"""A resistor across base and emitter, counted in r_π: the loop that it makes is gone, and the rules apply.

Source: common practice; exact without r_b and r_e, which stand between the resistor and r_π.
"""

from __future__ import annotations

import math

from msgspec.structs import replace

from tauledger.circuit import GROUND
from tauledger.hand.arrangements import outer
from tauledger.hand.elements import Cell
from tauledger.hand.equivalent import EquivalentCircuit, adjacency
from tauledger.hand.figures import plain


def folded_in_r_pi(circuit: EquivalentCircuit) -> tuple[EquivalentCircuit, tuple[str, ...]]:
    """Give the circuit with every resistor across a base and its emitter in that r_π, and say which, or no words.

    Inner and outer ends count alike. The matrices stay those of the circuit as it is.
    """
    cells, kept = list(circuit.cells), list(circuit.resistors)
    told: list[str] = []
    for k, cell in enumerate(circuit.cells):
        if math.isinf(cell.r_pi) or cell.diode_connected or GROUND in (cell.control, cell.common):
            continue
        base = {cell.control, outer(circuit, cell.control)}
        emitter = {cell.common, outer(circuit, cell.common)}
        for resistor in [one for one in kept if _across(one.a, one.b, base, emitter)]:
            kept.remove(resistor)
            told.append(_fold(cells, k, resistor.name, resistor.ohm))
    if not told:
        return circuit, ()
    smaller = replace(
        circuit,
        resistors=tuple(kept),
        cells=tuple(cells),
        resistors_at=adjacency([(one.a, one.b) for one in kept]),
        cells_at=adjacency([(cell.control, cell.common, cell.output) for cell in cells]),
    )
    return smaller, tuple(told)


def _fold(cells: list[Cell], k: int, name: str, ohm: float) -> str:
    cell = cells[k]
    together = 1.0 / (1.0 / cell.r_pi + 1.0 / ohm)
    cells[k] = replace(cell, r_pi=together)
    return f"r_π of {cell.owner} with {name} across it: {plain(cell.r_pi)} ‖ {plain(ohm)} = {plain(together)}"


def _across(a: str, b: str, base: set[str], emitter: set[str]) -> bool:
    live = GROUND not in (a, b)
    return live and ((a in base and b in emitter) or (b in base and a in emitter))
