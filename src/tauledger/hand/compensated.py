"""The compensated stage: an inverting stage with a capacitance, or that and a resistor, from its output to its input.

It is found among transistors, resistors and capacitances, never by a name; an inner node of a device is taken with its
outer one, as on paper. Of several the one whose input has the longest time constant R1·(C1 + C_c·(1 + A2)) is taken:
it makes the dominant pole.
"""

from __future__ import annotations

import math
from collections.abc import Iterator, Mapping

from msgspec import Struct

from tauledger.circuit import GROUND
from tauledger.hand.compensation import dominant_pole_hz, loaded_pole_hz
from tauledger.hand.elements import Capacitor, Cell, Resistor
from tauledger.hand.equivalent import EquivalentCircuit
from tauledger.hand.nodes import groups, node_name

# A stage through which less of the signal goes stands beside the path; inside a loop it is 1/(1 + T) of it.
IN_PATH = 1e-4
# Below this the load makes the dominant pole as much as the input does, and no pole splits.
INVERTS = -5.0
# Capacitance to elsewhere at the node between R_z and C_c, against C_c: more of it and they are not in series.
STRAY = 0.1
AS_ONE_DEVICE = 0.01
# Drive by resistors and by mirrors that are a little uneven: still the gm of the input transistor.
AS_INPUT_DEVICE = 0.05
# The load's own R2·(C_c + C_L) is left out on paper below this part of the whole constant.
LOAD_COUNTS = 0.03
# Below this part of it the input makes no pole that counts: the load alone does.
INPUT_COUNTS = 0.15


class Places(Struct, frozen=True):
    """Hand nodes as paper sees them: `at` gives for each the one that stands for it and its devices' inner nodes.

    members: the hand nodes of each.
    """

    at: Mapping[str, str]
    members: Mapping[str, tuple[str, ...]]

    def of(self, node: str) -> str:
        """Give the place of a hand node, ground included."""
        return self.at.get(node, node)

    def ends(self, element: Capacitor | Resistor) -> frozenset[str]:
        """Give the one or two places between which an element stands."""
        return frozenset((self.of(element.a), self.of(element.b)))


class CompensatedStage(Struct, frozen=True):
    """One inverting stage with its compensation, by hand values.

    input, output: places, and input_name, output_name as the netlist calls them. owners: transistors of the stage, the
    first at the input. gm_2: S, from input to output. a_2: its gain by size.
    capacitors: names of the parts that are C_c, the largest first; c_c: F in series with r_z. c_direct: F straight
    across beside a branch with r_z, else 0. r_z: ohm, 0 without; resistor: its name.
    r_1, r_2: ohm at the input, and at the output with the input held. c_1, c_l: F from input and output to elsewhere.
    gm_1: S that feeds the input; first: the transistor whose gm that is, or "1/RS" of a resistor, empty where it is no
    single one's. to_output: gain by size from the stage's output on. parts: names of all capacitances that are in C1,
    C_c or C_L.
    """

    input: str
    output: str
    input_name: str
    output_name: str
    owners: tuple[str, ...]
    gm_2: float
    a_2: float
    capacitors: tuple[str, ...]
    c_c: float
    c_direct: float
    r_z: float
    resistor: str
    r_1: float
    c_1: float
    c_l: float
    gm_1: float
    first: str
    to_output: float
    r_2: float
    parts: frozenset[str]

    @property
    def across(self) -> float:
        """All that bridges the stage, F."""
        return self.c_c + self.c_direct

    @property
    def loaded(self) -> bool:
        """Whether R2·(C_c + C_L) counts in the dominant pole."""
        return 1.0 - self._of_input > LOAD_COUNTS

    @property
    def compensates(self) -> bool:
        """Whether the constant at the input is a good part of the whole."""
        return self._of_input >= INPUT_COUNTS

    @property
    def _of_input(self) -> float:
        at_input = self.r_1 * (self.c_1 + self.across * (1.0 + self.a_2))
        return at_input / (at_input + self.r_2 * (self.across + self.c_l))


class _Branch(Struct, frozen=True):
    capacitors: tuple[Capacitor, ...]
    resistor: Resistor | None = None

    @property
    def farad(self) -> float:
        return sum(capacitor.farad for capacitor in self.capacitors)


class _Inverting(Struct, frozen=True):
    """Hand nodes from which and to which the stage inverts, and its transistors."""

    start: str
    end: str
    owners: tuple[str, ...]


def find_compensated_stage(
    circuit: EquivalentCircuit, resistance_ohm: Mapping[str, float], response: complex
) -> CompensatedStage | None:
    """Find the bridged stage with the lowest pole; None where no inverting stage of the signal path is bridged.

    Where it does not compensate, the load alone makes that pole.

    circuit: the hand circuit, of a balanced one its half. resistance_ohm: by hand, by hand node; the exact one is taken
    where there is none. response: of the whole network, whose output may lie beyond the stage's.
    """
    places = find_places(circuit)
    found = [
        stage
        for inverting in _inverting(circuit, places)
        if (stage := _stage(circuit, places, inverting, resistance_ohm, response)) is not None
    ]
    return min(found, key=dominant_hz, default=None)


def dominant_hz(stage: CompensatedStage) -> float:
    """Give the stage's dominant pole by hand in Hz; with the load's own constant where that counts."""
    if stage.loaded:
        return loaded_pole_hz(stage.r_1, stage.c_1, stage.across, stage.a_2, stage.r_2, stage.c_l)
    return dominant_pole_hz(stage.r_1, stage.c_1, stage.across, stage.a_2)


def find_places(circuit: EquivalentCircuit) -> Places:
    """Take every inner node of a device with its outer one."""
    rows = groups(circuit)
    return Places({node: row.nodes[0] for row in rows for node in row.nodes}, {row.nodes[0]: row.nodes for row in rows})


def farads_at(circuit: EquivalentCircuit, places: Places, place: str, without: frozenset[str] = frozenset()) -> float:
    """Give the capacitance in F from a place to all others, taken as standing still; a mirror image counts twice."""
    return sum(
        capacitor.farad * (2.0 if capacitor.mirrored else 1.0)
        for capacitor in capacitors_at(circuit, places, place)
        if capacitor.part not in without
    )


def capacitors_at(circuit: EquivalentCircuit, places: Places, place: str) -> tuple[Capacitor, ...]:
    """Give the capacitances from a place to all others."""
    return tuple(c for c in circuit.capacitors if place in (ends := places.ends(c)) and len(ends) > 1)


def _inverting(circuit: EquivalentCircuit, places: Places) -> tuple[_Inverting, ...]:
    """Give every inverting stage: one transistor or several side by side, or a follower and the one that it drives."""
    found: dict[tuple[str, str], _Inverting] = {}
    for path in _paths(circuit.cells, places):
        start, end = path[0].control, path[-1].output
        ends = places.of(start), places.of(end)
        if ends[0] == ends[1] or GROUND in ends or circuit.gain(start, end) >= INVERTS:
            continue
        known = found.get(ends, _Inverting(start, end, ()))
        owners = tuple(dict.fromkeys((*known.owners, *(cell.owner for cell in path))))
        found[ends] = _Inverting(known.start, known.end, owners)
    return tuple(found.values())


def _paths(cells: tuple[Cell, ...], places: Places) -> Iterator[tuple[Cell, ...]]:
    for cell in cells:
        yield (cell,)
    for follower in cells:
        for cell in cells:
            if cell is not follower and places.of(follower.common) == places.of(cell.control) != GROUND:
                yield follower, cell


def _stage(
    circuit: EquivalentCircuit,
    places: Places,
    inverting: _Inverting,
    resistance_ohm: Mapping[str, float],
    response: complex,
) -> CompensatedStage | None:
    start, end = inverting.start, inverting.end
    here, there = places.of(start), places.of(end)
    across = _Branch(tuple(c for c in circuit.capacitors if places.ends(c) == {here, there}))
    through = _series(circuit, places, here, there)
    branch = through if through is not None and through.farad > across.farad else across
    if not branch.farad:
        return None
    i, k = circuit.row[start], circuit.row[end]
    # a stage inverts with a gain, so that its input is held by no source; in a loop resistances may turn negative
    z_in, gain = circuit.z(start, start), circuit.gain(start, end)
    z_out = circuit.z(end, end) - circuit.z(start, end) * circuit.z(end, start) / z_in
    if z_in <= 0.0 or z_out <= 0.0:
        return None
    transfer = -gain / z_out
    passed = transfer * circuit.voltage[i] * circuit.adjoint[k]
    if abs(passed) < IN_PATH * abs(circuit.response):
        return None
    named = frozenset(c.part for one in (across, branch) for c in one.capacitors)
    norton = float(abs(circuit.voltage[i])) / abs(z_in)
    gm_1, first = input_device(circuit, places, here, norton)
    reached = float(abs(circuit.voltage[k]))
    series = branch.resistor
    return CompensatedStage(
        input=here,
        output=there,
        input_name=node_name(circuit, here),
        output_name=node_name(circuit, there),
        owners=inverting.owners,
        gm_2=_gm_of(circuit, inverting.owners, transfer),
        a_2=-gain,
        capacitors=tuple(c.part for c in sorted(branch.capacitors, key=lambda c: -c.farad)),
        c_c=branch.farad,
        c_direct=across.farad if series is not None else 0.0,
        r_z=series.ohm if series is not None else 0.0,
        resistor=series.name if series is not None else "",
        r_1=resistance_ohm.get(start, abs(z_in)),
        c_1=farads_at(circuit, places, here, named),
        c_l=farads_at(circuit, places, there, named),
        gm_1=gm_1,
        first=first or _resistor_of(circuit, places, here, norton),
        to_output=abs(response) / reached if reached else math.nan,
        r_2=z_out,
        parts=frozenset(c.part for at in (here, there) for c in capacitors_at(circuit, places, at)) | named,
    )


def _series(circuit: EquivalentCircuit, places: Places, here: str, there: str) -> _Branch | None:
    """Find a resistor and capacitors in series between two places; nothing else of note may hang in between."""
    for near, far in ((here, there), (there, here)):
        for resistor in circuit.resistors:
            ends = places.ends(resistor)
            if near not in ends or len(ends) == 1:
                continue
            (between,) = ends - {near}
            touching = circuit.resistors_at.get(between, ())
            if between in (GROUND, far) or circuit.cells_at.get(between) or len(touching) > 1:
                continue
            capacitors = tuple(c for c in circuit.capacitors if places.ends(c) == {between, far})
            farad = sum(c.farad for c in capacitors)
            strays = farads_at(circuit, places, between, frozenset(c.part for c in capacitors))
            if farad and strays <= STRAY * farad:
                return _Branch(capacitors, resistor)
    return None


def _gm_of(circuit: EquivalentCircuit, owners: tuple[str, ...], transfer: float) -> float:
    """Give gm of the stage as paper has it: that of its transistors where this is all, else what it comes to."""
    alone = sum(cell.gm for cell in circuit.cells if cell.owner in owners)
    return alone if abs(alone - transfer) <= AS_ONE_DEVICE * abs(transfer) else transfer


def input_device(circuit: EquivalentCircuit, places: Places, place: str, norton: float) -> tuple[float, str]:
    """Give gm1 in S and whose it is: of the transistor whose gm, or half of it, is what the drive sends to a place.

    A mirror's output and a current source bring current there too, but their controls are no input. Without such a
    transistor gm1 is `norton` itself, and no name.
    """
    ending = [c for c in circuit.cells if places.of(c.output) == place and not _mirrors(circuit, places, c)]
    through = {places.of(c.common) for c in ending} - {GROUND}
    near = [c for c in circuit.cells if {places.of(c.common), places.of(c.output)} & through]
    folded = {places.of(c.common) for c in near} - {GROUND}
    far = [c for c in circuit.cells if places.of(c.common) in folded]
    for part, said in ((1.0, "{}"), (0.5, "half of {}'s")):
        for cell in (*ending, *near, *far):
            gm = part * abs(cell.gm)
            known = abs(gm - norton) <= AS_INPUT_DEVICE * norton
            if known and _moved(circuit, cell) and not _mirrors(circuit, places, cell):
                return gm, said.format(cell.owner)
    return norton, ""


def _moved(circuit: EquivalentCircuit, cell: Cell) -> bool:
    """Whether the drive moves the control of a transistor."""
    if cell.control != GROUND:
        return bool(abs(circuit.voltage[circuit.row[cell.control]]) > 0.0)
    outer = [t.netlist_node for t in circuit.terminals if t.owner == cell.owner and t.word == cell.words[0]]
    return not outer or outer[0] in circuit.driven


def _mirrors(circuit: EquivalentCircuit, places: Places, cell: Cell) -> bool:
    """Whether a transistor's control hangs at a diode: a mirror, its diode, or a current source."""
    at = places.of(cell.control)
    return at != GROUND and any(places.of(c.control) == at == places.of(c.output) for c in circuit.cells)


def _resistor_of(circuit: EquivalentCircuit, places: Places, place: str, norton: float) -> str:
    """Give "1/RS" where what feeds a place is the drive, or half of it, through a resistor."""
    for resistor in circuit.resistors:
        if places.ends(resistor) != {place, GROUND}:
            continue
        for part, said in ((1.0, "1/{}"), (2.0, "1/(2·{})")):
            if abs(part * norton * resistor.ohm - 1.0) <= AS_ONE_DEVICE:
                return said.format(resistor.name)
    return ""
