"""The methods on 24 real trials, against what the paper's own published corrections score.

The data: Carr, Pescuma, Furlan, Ktori & Crepaldi (2022, doi:10.3758/s13428-021-01554-0), CC BY 4.0.
"""

from __future__ import annotations

import csv
import re
import statistics
from functools import cache
from pathlib import Path

import numpy as np
import pytest

from etl.lines import METHODS, Passage
from tests.lines.building import Trial

PASSAGES = Path(__file__).resolve().parents[3] / "shared" / "open_data" / "passages"
pytestmark = pytest.mark.skipif(
    not PASSAGES.is_dir(), reason="the open data are not beside the checkout (../shared/open_data)"
)

#: From the data's description: first character's left edge at 360 px, 16 px a character, lines
#: 64 px apart, the first line's middle at 155 px.
LEFT, WIDTH, HEIGHT, FIRST_MIDDLE = 360, 16, 64, 155
#: Medians over trials of the percentage of fixations on the line that two correctors agreed on,
#: discarded ones counted as wrong, computed from the paper's own data files.
MEDIANS = {
    "attach": 94.8,
    "chain": 96.4,
    "cluster": 97.3,
    "merge": 97.6,
    "regress": 97.1,
    "segment": 97.3,
    "slice": 98.4,
    "split": 96.8,
    "stretch": 96.9,
    "warp": 97.9,
}
#: Those that leave nothing open: no random start, no search, no order among equals.
SETTLED = ("attach", "chain", "segment", "slice", "split", "warp")


def rows(name: str, delimiter: str) -> list[dict[str, str]]:
    """A table of the open data."""
    with (PASSAGES / name).open(encoding="utf-8", newline="") as file:
        return list(csv.DictReader(file, delimiter=delimiter))


def passage_of(content: str) -> Passage:
    """The places of a text's lines and words."""
    lines = content.split("\n")
    words = [(at, m) for at, line in enumerate(lines) for m in re.finditer(r"\S+", line)]
    middles = [LEFT + WIDTH * (m.start() + m.end()) / 2 for _, m in words]
    return Passage(
        FIRST_MIDDLE + HEIGHT * np.arange(len(lines), dtype=np.float64),
        np.array(middles),
        np.array([at for at, _ in words], dtype=np.int32),
        float(HEIGHT),
        float(WIDTH * max(map(len, lines))),
    )


@cache
def trials() -> list[Trial]:
    """The 24 trials, with the lines by hand counted from 0; -1 is a discarded fixation."""
    passages = {row["item"]: passage_of(row["text"]) for row in rows("texts.csv", ",")}
    own: dict[tuple[str, str], list[tuple[float, float, int]]] = {}
    by_hand = rows("lines_by_hand.tsv", "\t")
    for row, hand in zip(rows("fixations.tsv", "\t"), by_hand, strict=True):
        key = row["reader"], row["passage"]
        fixation = float(row["x_px"]), float(row["y_px"]), int(hand["line"]) - 1
        own.setdefault(key, []).append(fixation)
    made = []
    for (_, passage), fixations in own.items():
        x, y, line = np.array(fixations).T
        made.append(Trial(passages[passage], x, y, line.astype(np.int32)))
    return made


def median_right(method: str) -> float:
    """The median percentage of fixations on the right line."""
    return statistics.median(100 * trial.right(method) for trial in trials())


def test_every_method_has_a_published_median() -> None:
    """No method is left unchecked."""
    assert MEDIANS.keys() == METHODS.keys()
    assert len(trials()) == 24


@pytest.mark.parametrize("method", METHODS)
def test_method_scores_the_published_median(method: str) -> None:
    """Within 1.5 points; those that leave nothing open within a tenth, the last published digit."""
    tolerance = 0.1 if method in SETTLED else 1.5
    assert median_right(method) == pytest.approx(MEDIANS[method], abs=tolerance)
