"""The 24 real trials with the lines that two trained correctors agreed on.

The data: Carr, Pescuma, Furlan, Ktori & Crepaldi (2022, doi:10.3758/s13428-021-01554-0), CC BY 4.0.
Looked for in ``shared/open_data/passages`` beside the checkout.
"""

from __future__ import annotations

import csv
import re
from collections import defaultdict
from collections.abc import Iterator
from dataclasses import dataclass
from pathlib import Path

import numpy as np

from etl.lines import Lines, Passage, Positions

PASSAGES = Path(__file__).resolve().parents[3] / "shared" / "open_data" / "passages"
ABSENT = "the open data are not beside the checkout (../shared/open_data)"

#: From the data's description: first character's left edge, px a character, px between lines, the
#: first line's middle.
LEFT, WIDTH, HEIGHT, FIRST_MIDDLE = 360.0, 16.0, 64.0, 155.0


@dataclass(frozen=True, eq=False)
class Corrected:
    """One trial; lines count from 1, 0 was discarded by hand."""

    reader: str
    passage_name: str
    x_px: Positions
    y_px: Positions
    duration_ms: Positions
    line: Lines
    passage: Passage

    @property
    def name(self) -> str:
        """Reader and passage."""
        return f"{self.reader} {self.passage_name}"

    @property
    def kept(self) -> Lines:
        """The places of the fixations that were not discarded."""
        return np.flatnonzero(self.line).astype(np.int32)


def _rows(name: str, delimiter: str) -> list[dict[str, str]]:
    """A table of the data."""
    with (PASSAGES / name).open(encoding="utf-8", newline="") as file:
        return list(csv.DictReader(file, delimiter=delimiter))


def _passage(content: str) -> Passage:
    """The places of a text's lines and words."""
    lines = content.replace("\r", "").split("\n")
    words = [(at, found) for at, line in enumerate(lines) for found in re.finditer(r"\S+", line)]
    return Passage(
        line_y_px=FIRST_MIDDLE + HEIGHT * np.arange(len(lines)),
        word_x_px=np.array([LEFT + WIDTH * (w.start() + w.end()) / 2 for _, w in words]),
        word_line=np.array([at for at, _ in words], dtype=np.int32),
        line_height_px=HEIGHT,
        width_px=WIDTH * max(map(len, lines)),
    )


def corrected_trials() -> Iterator[Corrected]:
    """All trials, in the order of the data."""
    passages = {row["item"]: _passage(row["text"]) for row in _rows("texts.csv", ",")}
    by_hand = _rows("lines_by_hand.tsv", "\t")
    own: dict[tuple[str, str], list[tuple[float, ...]]] = defaultdict(list)
    for row, hand in zip(_rows("fixations.tsv", "\t"), by_hand, strict=True):
        lasted = float(row["end_ms"]) - float(row["start_ms"])
        fixation = float(row["x_px"]), float(row["y_px"]), lasted, float(hand["line"])
        own[row["reader"], row["passage"]].append(fixation)
    for (reader, name), fixations in own.items():
        x, y, duration, line = np.array(fixations).T
        yield Corrected(reader, name, x, y, duration, line.astype(np.int32), passages[name])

**Description of the task:** In the lines above, locate the string "Corrected". Copy every line where it occurs.

**Exercise answer:**
class Corrected:
def corrected_trials() -> Iterator[Corrected]:
        yield Corrected(reader, name, x, y, duration, line.astype(np.int32), passages[name])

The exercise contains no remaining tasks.